Price action vs indicators

Price action shows what the market thinks, indicators show a mathematician's opinion of the market's opinion.

Indicators can be useful for confirming market conditions and the relative energy in price moves. They should never be trusted to generate good entry signals.
 
Price action shows what the market thinks, indicators show a mathematician's opinion of the market's opinion.

Indicators can be useful for confirming market conditions and the relative energy in price moves. They should never be trusted to generate good entry signals.
thanks, but isnt price action more subjective like support and res triangles , flags chart patters, trend lines etc every interprets it differently
 
thanks, but isnt price action more subjective like support and res triangles , flags chart patters, trend lines etc every interprets it differently


Every feature that we draw on a price chart is subjective and you will never find two traders who mark up the same chart in the exact same way. In any case, we are constantly short of reliable statistical data on the efficacy of features like chart patterns, candlestick patterns and trendline violations, and even on the meaning of objective features like EMA's.
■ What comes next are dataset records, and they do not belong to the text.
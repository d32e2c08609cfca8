package roi

import (
	"errors"
	"fmt"
	"math"
	"slices"
	"sort"

	"gonum.org/v1/gonum/floats"
	"gonum.org/v1/gonum/stat"

	"voxgamma/internal/selection"
	"voxgamma/volume"
)

// ErrEmpty is returned (wrapped, naming the ROI) when a dose-volume histogram
// is asked of a region with no volume.
var ErrEmpty = errors.New("roi: the region has no volume")

// DVH is the cumulative dose-volume histogram of one dose distribution over
// one region, kept exactly as the voxel doses sorted in decreasing order
// with their cumulative volumes. See the package documentation for the
// definitions of D_x and V_d.
type DVH struct {
	// Name is the region's name.
	Name string
	// Dose holds the dose (Gy) of every voxel with volume, decreasing.
	Dose []float64
	// Cum[m] is the volume (cm³) of voxels 0..m of Dose: the hottest m+1.
	Cum []float64
	// TotalCC is the region's volume (cm³) with a dose, Cum[len−1].
	TotalCC float64
	// Mean, Min and Max dose (Gy), volume-weighted for the mean.
	Mean, Min, Max float64
	// ExcludedCC is the volume (cm³) whose dose is NaN (not known, e.g.
	// outside the dose distribution after resampling), left out.
	ExcludedCC float64
}

// NewDVH builds the DVH of voxels with doses dose (Gy) and volumes weight
// (cm³, ≥ 0; zero weights are dropped). A NaN dose is left out and its
// volume counted in ExcludedCC; an infinite dose or a negative or non-finite
// weight is an error. The voxels are sorted once, O(n log n).
func NewDVH(name string, dose, weight []float64) (*DVH, error) {
	if len(dose) != len(weight) {
		return nil, fmt.Errorf("roi: DVH of %q: %d doses and %d weights", name, len(dose), len(weight))
	}
	b := dvhBuilder{h: &DVH{Name: name}, ps: make([]doseWeight, 0, len(dose))}
	for q, d := range dose {
		if err := b.add(q, d, weight[q]); err != nil {
			return nil, err
		}
	}
	return b.finish()
}

// RegionDVH builds the DVH of dose over region r: each voxel of r.Cover
// weighs its fraction times its volume. dose must have the geometry of the
// grid r was made on (resample it first otherwise).
//
// The voxels are sorted as one 8-byte key each (the dose's float32 bits,
// ordered, and the voxel's rank in the region), and each voxel's weight is
// kept by rank, so that the build takes 32 bytes a voxel at its peak (the
// keys, the weights, Dose and Cum). The doses are the grid's float32
// values, so nothing is rounded; voxels of equal dose come in the order of
// their positions. RegionSummary summarises a large region without sorting
// it, in a few megabytes.
func RegionDVH(dose *volume.Grid, r *Region) (*DVH, error) {
	if err := checkRegionDose(dose, r); err != nil {
		return nil, err
	}
	h := &DVH{Name: r.Name}
	keys := make([]uint64, 0, r.Cover.Len())
	byRank := make([]float64, 0, r.Cover.Len())
	for n, f := range r.Cover.All() {
		d, w := dose.Data[n], r.voxelCC(n, f)
		if keep, err := h.admit(int(n), float64(d), w); err != nil {
			return nil, err
		} else if keep {
			keys = append(keys, uint64(descendingKey(d))<<32|uint64(len(byRank)))
			byRank = append(byRank, w)
		}
	}
	if len(keys) == 0 {
		return nil, fmt.Errorf("roi: DVH of %q: %w", r.Name, ErrEmpty)
	}
	slices.Sort(keys)
	h.Dose = make([]float64, len(keys))
	w := make([]float64, len(keys))
	for m, k := range keys {
		h.Dose[m] = float64(doseOfKey(uint32(k >> 32)))
		w[m] = byRank[uint32(k)]
	}
	keys, byRank = nil, nil
	h.summarise(w)
	return h, nil
}

// checkRegionDose checks that dose can be read over region r: both given,
// r made by this package, on the same geometry.
func checkRegionDose(dose *volume.Grid, r *Region) error {
	if dose == nil || r == nil || r.grid == nil || r.sizes == nil {
		return errors.New("roi: a region's DVH needs a dose grid and a region made by this package")
	}
	if !dose.SameGeometry(r.grid) {
		return fmt.Errorf("roi: DVH of %q: the dose grid's geometry differs from the grid the ROI was rasterised on; resample the dose onto it first", r.Name)
	}
	return nil
}

// descendingKey maps a float32 that is not NaN to a uint32 whose ascending
// order is the floats' descending order (−0 after +0).
func descendingKey(d float32) uint32 { return ^selection.AscendingKey(d) }

// doseOfKey inverts descendingKey.
func doseOfKey(k uint32) float32 { return selection.FloatOfKey(^k) }

// doseWeight is one voxel of a DVH being built: its dose and volume.
type doseWeight struct{ d, w float64 }

// dvhBuilder collects the voxels of a DVH (see [NewDVH] for the rules).
type dvhBuilder struct {
	h  *DVH
	ps []doseWeight
}

// add takes voxel q with dose d (Gy) and volume w (cm³).
func (b *dvhBuilder) add(q int, d, w float64) error {
	keep, err := b.h.admit(q, d, w)
	if keep {
		b.ps = append(b.ps, doseWeight{d, w})
	}
	return err
}

// admit applies the rules of [NewDVH] to voxel q with dose d (Gy) and
// volume w (cm³): it reports whether the voxel is kept, counts a NaN
// dose's volume in ExcludedCC, and refuses a bad volume or an infinite
// dose.
func (h *DVH) admit(q int, d, w float64) (bool, error) {
	switch {
	case !(w >= 0) || math.IsInf(w, 0):
		return false, fmt.Errorf("roi: DVH of %q: voxel %d has volume %g, want a finite value ≥ 0", h.Name, q, w)
	case w == 0:
		return false, nil
	case math.IsNaN(d):
		h.ExcludedCC += w
		return false, nil
	case math.IsInf(d, 0):
		return false, fmt.Errorf("roi: DVH of %q: voxel %d has dose %g", h.Name, q, d)
	}
	return true, nil
}

// finish sorts the voxels by decreasing dose and fills the DVH.
func (b *dvhBuilder) finish() (*DVH, error) {
	h, ps := b.h, b.ps
	if len(ps) == 0 {
		return nil, fmt.Errorf("roi: DVH of %q: %w", h.Name, ErrEmpty)
	}
	// No NaN is left, so plain comparisons order the doses totally.
	slices.SortFunc(ps, func(a, b doseWeight) int {
		switch {
		case a.d > b.d:
			return -1
		case a.d < b.d:
			return 1
		}
		return 0
	})
	h.Dose = make([]float64, len(ps))
	w := make([]float64, len(ps))
	for q, p := range ps {
		h.Dose[q], w[q] = p.d, p.w
	}
	b.ps = nil
	h.summarise(w)
	return h, nil
}

// summarise fills in the DVH from its doses, sorted in decreasing order,
// and their volumes w (cm³), which become the cumulative volumes Cum: the
// mean, the total volume, the maximum and the minimum.
func (h *DVH) summarise(w []float64) {
	h.Mean = stat.Mean(h.Dose, w)
	// The cumulative volumes take the weights' place (gonum's CumSum reads
	// each s[i] before it writes dst[i], in Go and in assembly); the
	// in-place sum is checked against a separate one in the tests.
	h.Cum = floats.CumSum(w, w)
	h.TotalCC = h.Cum[len(h.Cum)-1]
	h.Max, h.Min = h.Dose[0], h.Dose[len(h.Dose)-1]
}

// RankTolerance is the share of a DVH's total volume by which a cumulative
// volume may fall short of a requested volume and still count as reaching it
// (see [DVH.DPercent]): it absorbs rounding when the request is exactly a
// cumulative volume (e.g. 5 % of a region whose hottest voxel is 5 % of it).
const RankTolerance = 1e-9

// rank returns the smallest m with Cum[m] ≥ v − RankTolerance·TotalCC
// (clamped to the last voxel).
func (h *DVH) rank(v float64) int {
	m := sort.SearchFloat64s(h.Cum, v-RankTolerance*h.TotalCC)
	if m >= len(h.Cum) {
		m = len(h.Cum) - 1
	}
	return m
}

// DPercent returns D_x for x = p % of the region's volume (0 ≤ p ≤ 100): the
// minimum dose of the hottest voxels whose cumulative volume first reaches
// x, Dose[m] for the smallest m with Cum[m] ≥ p/100·TotalCC (to within
// RankTolerance·TotalCC; no interpolation between voxels; see the package
// documentation). D0% is the maximum and D100% the minimum.
func (h *DVH) DPercent(p float64) float64 {
	return h.Dose[h.rank(p/100*h.TotalCC)]
}

// DCC returns D_v for an absolute volume v (cm³), by the same rule as
// DPercent. When v exceeds the region's volume, the hottest v cannot be
// formed: DCC returns the minimum dose and ok = false.
func (h *DVH) DCC(v float64) (d float64, ok bool) {
	if v > h.TotalCC {
		return h.Min, false
	}
	return h.Dose[h.rank(v)], true
}

// V returns V_d, the volume receiving at least d Gy, in cm³ and as a
// percentage of TotalCC.
func (h *DVH) V(d float64) (cc, percent float64) {
	m := sort.Search(len(h.Dose), func(i int) bool { return h.Dose[i] < d })
	if m == 0 {
		return 0, 0
	}
	cc = h.Cum[m-1]
	return cc, 100 * cc / h.TotalCC
}

// Curve is a cumulative DVH sampled at regular doses: CC[q] (and Percent[q]
// of the region's volume) receive at least Dose[q].
type Curve struct {
	Dose, CC, Percent []float64
}

// MaxCurvePoints bounds the number of points of a Curve.
const MaxCurvePoints = 1_000_000

// Curve samples the cumulative DVH every binWidth Gy, from 0 (or below, down
// to the minimum dose, when doses are negative) to the first multiple of
// binWidth above the maximum dose, where the volume is 0. binWidth ≤ 0 means
// 0.1 % of the maximum dose (1 Gy when the maximum is not positive).
func (h *DVH) Curve(binWidth float64) (Curve, error) {
	k0, n, binWidth, err := h.curveSpan(binWidth)
	if err != nil {
		return Curve{}, err
	}
	c := Curve{Dose: make([]float64, n), CC: make([]float64, n), Percent: make([]float64, n)}
	for q := 0; q < n; q++ {
		d := (k0 + float64(q)) * binWidth
		c.Dose[q] = d
		c.CC[q], c.Percent[q] = h.V(d)
	}
	return c, nil
}

// curveSpan returns the curve's first dose as a multiple k0 of the bin
// width, its number of points and the bin width itself (the default when
// binWidth ≤ 0), by the rules of Curve.
func (h *DVH) curveSpan(binWidth float64) (k0 float64, n int, width float64, err error) {
	if math.IsNaN(binWidth) || math.IsInf(binWidth, 0) {
		return 0, 0, 0, fmt.Errorf("roi: DVH curve of %q: bin width %g Gy", h.Name, binWidth)
	}
	if binWidth <= 0 {
		binWidth = 0.001 * h.Max
		if !(binWidth > 0) {
			binWidth = 1
		}
	}
	k0 = math.Min(0, math.Floor(h.Min/binWidth))
	k1 := math.Floor(h.Max/binWidth) + 1
	if k1-k0+1 > MaxCurvePoints {
		return 0, 0, 0, fmt.Errorf("roi: DVH curve of %q: %g points at %g Gy per bin, more than %d", h.Name, k1-k0+1, binWidth, MaxCurvePoints)
	}
	return k0, int(k1-k0) + 1, binWidth, nil
}

// VolumeAt is V_d at one dose level.
type VolumeAt struct {
	// Dose is d (Gy).
	Dose float64
	// CC is the volume (cm³) receiving at least d, Percent the same as a
	// percentage of the region's volume.
	CC, Percent float64
}

// Metrics are the dose-volume metrics of one DVH (doses in Gy, volumes in
// cm³), following ICRU Report 83 (2010) for D_x and V_d.
type Metrics struct {
	// Name is the region's name.
	Name string
	// VolumeCC is the region's volume with a dose; ExcludedCC the volume
	// with an unknown (NaN) dose, left out of everything else.
	VolumeCC, ExcludedCC float64
	// Mean, Min and Max dose.
	Mean, Min, Max float64
	// D003cc is D0.03cc, the minimum dose of the hottest 0.03 cm³ (a
	// near-maximum in common practice). When the region is smaller than
	// 0.03 cm³ it is the minimum dose and Below003cc is set.
	D003cc     float64
	Below003cc bool
	// D98, D95, D50 and D2 are D98%, D95%, D50% and D2%.
	D98, D95, D50, D2 float64
	// V holds V_d at the requested dose levels, in request order.
	V []VolumeAt
}

// Metrics computes the metrics of h, with V_d at each dose of vDoses (Gy).
func (h *DVH) Metrics(vDoses []float64) Metrics {
	m := Metrics{
		Name: h.Name, VolumeCC: h.TotalCC, ExcludedCC: h.ExcludedCC,
		Mean: h.Mean, Min: h.Min, Max: h.Max,
		D98: h.DPercent(98), D95: h.DPercent(95), D50: h.DPercent(50), D2: h.DPercent(2),
	}
	var ok bool
	m.D003cc, ok = h.DCC(0.03)
	m.Below003cc = !ok
	for _, d := range vDoses {
		cc, pct := h.V(d)
		m.V = append(m.V, VolumeAt{Dose: d, CC: cc, Percent: pct})
	}
	return m
}

// Difference compares one metric of an evaluated dose with the reference.
type Difference struct {
	// Metric names the metric ("Dmean", "D98%", "D0.03cc", "V20Gy", ...).
	Metric string
	// Unit is "Gy" for doses and "cm3" for volumes.
	Unit string
	// Reference and Evaluated are the two values; Delta = Evaluated −
	// Reference, in Unit.
	Reference, Evaluated, Delta float64
	// Percent is 100·Delta/basis, where the basis is named by Basis: for
	// doses the normalisation dose when one is given (> 0), else the
	// reference value; for volumes the reference region volume (so Percent
	// is in percentage points of the region). Percent is 0 when the basis
	// is 0.
	Percent float64
	Basis   string
}

// CompareMetrics returns evaluated − reference for each metric of ref and
// eval (which must have the same V_d dose levels). norm (Gy) is the
// normalisation dose the dose percentages refer to (prescription or
// reference maximum, as the report states); norm ≤ 0 makes each dose
// percentage relative to the reference value of that metric instead.
func CompareMetrics(ref, eval Metrics, norm float64) ([]Difference, error) {
	if len(ref.V) != len(eval.V) {
		return nil, fmt.Errorf("roi: compare metrics of %q: %d and %d V_d levels", ref.Name, len(ref.V), len(eval.V))
	}
	for q := range ref.V {
		if ref.V[q].Dose != eval.V[q].Dose {
			return nil, fmt.Errorf("roi: compare metrics of %q: V_d level %d is %g Gy and %g Gy", ref.Name, q, ref.V[q].Dose, eval.V[q].Dose)
		}
	}
	dose := func(name string, r, e float64) Difference {
		d := Difference{Metric: name, Unit: "Gy", Reference: r, Evaluated: e, Delta: e - r}
		basis := r
		d.Basis = "reference value"
		if norm > 0 {
			basis, d.Basis = norm, fmt.Sprintf("normalisation dose %g Gy", norm)
		}
		if basis != 0 {
			d.Percent = 100 * d.Delta / basis
		}
		return d
	}
	out := []Difference{
		dose("Dmean", ref.Mean, eval.Mean),
		dose("Dmax", ref.Max, eval.Max),
		dose("Dmin", ref.Min, eval.Min),
		dose("D0.03cc", ref.D003cc, eval.D003cc),
		dose("D98%", ref.D98, eval.D98),
		dose("D95%", ref.D95, eval.D95),
		dose("D50%", ref.D50, eval.D50),
		dose("D2%", ref.D2, eval.D2),
	}
	for q := range ref.V {
		d := Difference{
			Metric: fmt.Sprintf("V%gGy", ref.V[q].Dose), Unit: "cm3",
			Reference: ref.V[q].CC, Evaluated: eval.V[q].CC, Delta: eval.V[q].CC - ref.V[q].CC,
			Basis: "reference region volume",
		}
		if ref.VolumeCC > 0 {
			d.Percent = 100 * d.Delta / ref.VolumeCC
		}
		out = append(out, d)
	}
	return out, nil
}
Reversal levels and patterns in particular are high risk - so often they are no more than projection of a trader's aspirations.
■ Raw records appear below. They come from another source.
package trend

import (
	"bytes"
	"errors"
	"math"
	"os"
	"path/filepath"
	"strings"
	"testing"
	"time"

	"voxgamma/internal/browsercheck"
	"voxgamma/protocol"
	"voxgamma/record"
	"voxgamma/spc"
)

// nistFlow are the flow rates of the NIST/SEMATECH e-Handbook of
// Statistical Methods, section 6.3.2.2 "Individuals Control Charts"
// (Xbar = 50.81, MRbar = 1.8778, UCL = 55.8041, LCL = 45.8159 there).
var nistFlow = []float64{49.6, 47.6, 49.9, 51.3, 47.8, 51.2, 52.6, 52.4, 53.6, 52.1}

func ptr(v float64) *float64 { return &v }

// plan is an invented recorded comparison with overall pass rate rate.
func plan(i int, rate float64, l record.Labels) record.Point {
	p := record.Point{ID: int64(i + 1), ComparedAt: time.Date(2025, 2, 1, 0, 0, 0, 0, time.UTC).Add(time.Duration(i) * 24 * time.Hour),
		CaseID: "case-" + string(rune('A'+i%26)), PatientID: "VG-DEMO-001", Verdict: "pass", ReferenceSHA256: strings.Repeat("ab", 32),
		Labels: l, ProtocolName: "tg218", CriteriaLabel: "3%/2mm global", DosePercent: 3, DTAmm: 2, Normalisation: "global",
		NormDoseGy: 60, NormDoseSource: "reference maximum", ThresholdPercent: 10, SearchMM: 6,
		PassRate: ptr(rate), GammaMean: ptr(0.2 + (100-rate)/100)}
	p.SetWorst("target", math.Min(100, rate+1))
	p.SetWorst("oar", 99)
	return p
}

// TestAnalyzeNIST: the overall pass rates of a group are the NIST flow
// rates: the group's chart has the handbook's limits, the fewer-than-20
// warning, and the group and metric plumbing (labels, criteria, kinds) is
// right.
func TestAnalyzeNIST(t *testing.T) {
	var pts []record.Point
	for i, v := range nistFlow {
		pts = append(pts, plan(i, v, record.Labels{Technique: "VMAT", Machine: "LA1"}))
	}
	// Another group: other technique; and other criteria in VMAT.
	for i := range 5 {
		pts = append(pts, plan(20+i, 97+float64(i)/10, record.Labels{Technique: "IMRT"}))
	}
	other := plan(40, 99, record.Labels{Technique: "VMAT", Machine: "LA1"})
	other.CriteriaLabel = "2%/1mm global"
	pts = append(pts, other)

	a, err := Analyze(pts, Options{By: []string{"technique"}, Metrics: []string{"overall_pass_rate", "target_pass_rate", "gamma_mean"}})
	if err != nil {
		t.Fatal(err)
	}
	if len(a.Groups) != 3 {
		t.Fatalf("%d groups, want 3 (IMRT, VMAT 3%%/2mm, VMAT 2%%/1mm)", len(a.Groups))
	}
	var s *Series
	for _, x := range a.Series {
		if x.Group.Labels.Technique == "VMAT" && strings.HasPrefix(x.Group.Criteria, "3%/2mm") && x.Metric.Name == "overall_pass_rate" {
			s = x
		}
	}
	if s == nil {
		t.Fatal("no VMAT 3%/2mm overall series")
	}
	c := s.Chart
	if math.Abs(c.Mean-50.81) > 0.005 || math.Abs(c.UCL-55.8041) > 0.00005 || math.Abs(c.LCL-45.8159) > 0.00005 {
		t.Errorf("chart x̄ %.4f UCL %.4f LCL %.4f, NIST/SEMATECH 6.3.2.2 gives 50.81, 55.8041, 45.8159", c.Mean, c.UCL, c.LCL)
	}
	if tol := *s.Tolerance(); tol != c.LCL {
		t.Errorf("tolerance %g, want the LCL %g (pass rates: lower is worse)", tol, c.LCL)
	}
	// 100 − ΔA/2 with ΔA = 6√(s² + (x̄ − 100)²) is negative for values
	// near 50: a pass rate's limit is 0 at least.
	if want := math.Max(0, 100-3*math.Sqrt(c.SD*c.SD+(c.Mean-100)*(c.Mean-100))); s.Action == nil || math.Abs(*s.Action-want) > 1e-9 {
		t.Errorf("action %v, want max(0, 100 − ΔA/2) = %g", s.Action, want)
	}
	if len(s.Warnings) == 0 || !strings.Contains(s.Warnings[0], "fewer than 20") {
		t.Errorf("warnings %q: want the fewer-than-20-plans warning", s.Warnings)
	}
	lim := a.Limits()
	if len(lim.Rows) != len(a.Series) || lim.Plans != len(pts) {
		t.Errorf("%d limit rows for %d series, %d plans", len(lim.Rows), len(a.Series), lim.Plans)
	}
	for _, r := range lim.Rows {
		if r.Metric == "gamma_mean" && r.Plans > 1 && (r.Worse != "higher" || r.Action != nil || r.Tolerance == nil || *r.Tolerance != *r.UCL) {
			t.Errorf("Γ row %+v: want the UCL as tolerance and no action limit", r)
		}
		if r.Group["technique"] == "" || len(r.Group) != 1 {
			t.Errorf("group %v: want the technique only", r.Group)
		}
	}
	var buf bytes.Buffer
	lim.Table(&buf)
	if !strings.Contains(buf.String(), "technique=VMAT · 3%/2mm global, threshold 10 %") || !strings.Contains(buf.String(), "warning:") {
		t.Errorf("table:\n%s", buf.String())
	}
	// The 2%/1mm group has one plan: no chart, said so.
	for _, x := range a.Series {
		if strings.HasPrefix(x.Group.Criteria, "2%/1mm") && !errors.Is(x.ChartErr, spc.ErrTooFew) {
			t.Errorf("one-plan series: %v", x.ChartErr)
		}
	}
	if _, err := Analyze(pts, Options{By: []string{"colour"}}); err == nil {
		t.Error("an unknown label was accepted")
	}
	if _, err := Analyze(pts, Options{Metrics: []string{"d95"}}); err == nil {
		t.Error("an unknown metric was accepted")
	}
}

// TestProtocolFile writes a group's limits as a protocol, reads it back
// with the protocol package, and checks its rules: tolerance at the
// control limit and action at TG-218's limit, rounded toward the stricter
// side, the base protocol's ROI classes kept.
func TestProtocolFile(t *testing.T) {
	var pts []record.Point
	for i := range 30 {
		pts = append(pts, plan(i, 97+2*math.Sin(float64(i)), record.Labels{Technique: "VMAT"}))
	}
	a, err := Analyze(pts, Options{By: []string{"technique"}})
	if err != nil {
		t.Fatal(err)
	}
	base, _ := protocol.Preset("tg218")
	p, err := a.Protocol(a.Groups[0], base, "vmat-process")
	if err != nil {
		t.Fatal(err)
	}
	path := filepath.Join(t.TempDir(), "limits.yaml")
	if err := WriteProtocol(path, p); err != nil {
		t.Fatal(err)
	}
	back, err := protocol.Load(path)
	if err != nil {
		t.Fatalf("the written protocol does not load: %v", err)
	}
	if back.Name != "vmat-process" || back.Criteria.Criteria != "3%/2mm" || back.Criteria.ThresholdPercent != 10 || len(back.KindRules) != 3 {
		t.Errorf("protocol %+v", back)
	}
	want := map[string]float64{}
	for _, s := range a.Series {
		switch s.Metric.Name {
		case "overall_pass_rate", "target_pass_rate", "oar_pass_rate":
			want["tolerance "+s.Metric.Subject] = math.Ceil(*s.Tolerance()*100) / 100
			want["action "+s.Metric.Subject] = math.Ceil(*s.Action*100) / 100
		case "gamma_mean":
			want["tolerance overall gamma_mean"] = math.Floor(*s.Tolerance()*1000) / 1000
		}
	}
	got := map[string]float64{}
	for _, r := range back.Rules {
		k := r.Level + " " + r.Subject
		if r.Metric == "gamma_mean" {
			k += " gamma_mean"
			if r.Op != "<=" {
				t.Errorf("Γ rule op %q", r.Op)
			}
		} else if r.Op != ">=" {
			t.Errorf("pass-rate rule op %q", r.Op)
		}
		got[k] = r.Limit
	}
	if len(got) != len(want) {
		t.Errorf("rules %v, want %v", got, want)
	}
	for k, v := range want {
		if math.Abs(got[k]-v) > 1e-9 {
			t.Errorf("%s: limit %g, want %g", k, got[k], v)
		}
	}
}

// TestPageInBrowser opens the control-chart page in headless Chromium: one
// chart per group and metric with limits, each laid out with a size, no
// request leaving the page, a silent console; the plan made an outlier is
// in the flagged table by rule 1.
func TestPageInBrowser(t *testing.T) {
	chromium, err := browsercheck.FindChromium()
	if err != nil {
		if os.Getenv("CI") != "" {
			t.Fatalf("CI: %v", err)
		}
		t.Skipf("%v: apt-get install chromium", err)
	}
	var pts []record.Point
	for i := range 40 {
		v := 98 + 0.6*math.Sin(1.7*float64(i))
		if i == 31 {
			v = 88 // far below 3σ̂
		}
		pts = append(pts, plan(i, v, record.Labels{Technique: "VMAT", Machine: "LA" + string(rune('1'+i%2))}))
	}
	a, err := Analyze(pts, Options{By: []string{"technique"}})
	if err != nil {
		t.Fatal(err)
	}
	path := filepath.Join(t.TempDir(), "trend.html")
	if err := a.WritePage(path, PageOptions{Store: "qa.db", Selection: "all plans", Version: "test"}); err != nil {
		t.Fatal(err)
	}
	shot := filepath.Join(t.TempDir(), "trend.png")
	if dir := os.Getenv("VOXGAMMA_ARTIFACTS"); dir != "" {
		shot = filepath.Join(dir, "trend-browser-test.png")
	}
	rep, err := browsercheck.CheckWith(path, shot, browsercheck.Options{Chromium: chromium})
	if err != nil {
		t.Fatalf("the page fails the browser check: %v", err)
	}
	charts := 0
	for _, s := range a.Series {
		if s.ChartErr == nil {
			charts++
		}
	}
	if len(rep.Figures) != charts || charts != 4 {
		t.Errorf("%d figures, %d series with charts (want 4: overall, target, organ at risk, Γ; no body or other ROI)", len(rep.Figures), charts)
	}
	for _, f := range rep.Figures {
		if f.RenderedWidth < 200 || f.RenderedHeight < 80 {
			t.Errorf("figure %q laid out at %g×%g", f.Label, f.RenderedWidth, f.RenderedHeight)
		}
	}
	raw, _ := os.ReadFile(path)
	doc, err := browsercheck.Parse(bytes.NewReader(raw))
	if err != nil {
		t.Fatal(err)
	}
	found := false
	for _, tr := range doc.All(func(n *browsercheck.Node) bool { return n.HasClass("flag-row") }) {
		cells := tr.Elements("td")
		if len(cells) > 5 && strings.TrimSpace(cells[0].TextContent()) == "32" && strings.HasPrefix(cells[5].TextContent(), "1") {
			found = true
		}
	}
	if !found {
		t.Error("plan 32 (the outlier) is not in a flagged table with rule 1")
	}
	if rows := doc.All(func(n *browsercheck.Node) bool { return n.HasClass("limit-row") }); len(rows) != len(a.Series) {
		t.Errorf("%d limit rows, want %d", len(rows), len(a.Series))
	}
}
But a rising price in an uptrend is not subjective.
 
And ive also heard that traders formulate a bias (long or short ) and then when they look at the charts they subconsciously filter it through that lens distorting the reality and cherry picks evidence that supports their belife about the future market direction .
 
And ive also heard that traders formulate a bias (long or short ) and then when they look at the charts they subconsciously filter it through that lens distorting the reality and cherry picks evidence that supports their belife about the future market direction .


This is true, but price action itself is objective: a trend is a trend. What you do about it is an individual decision.

Taking a trend-following position is usually right but the gains are not usually dramatic per trade: the consolations are that you can often make several trades on the same trend and timing is not so critical.

Trading a trend reversal or taking a position in the direction of a breakout is usually wrong but the gains on trades that are right can be very large: but not many trends reverse into new opposite trends and normally there is just one opportunity so timing is critically important.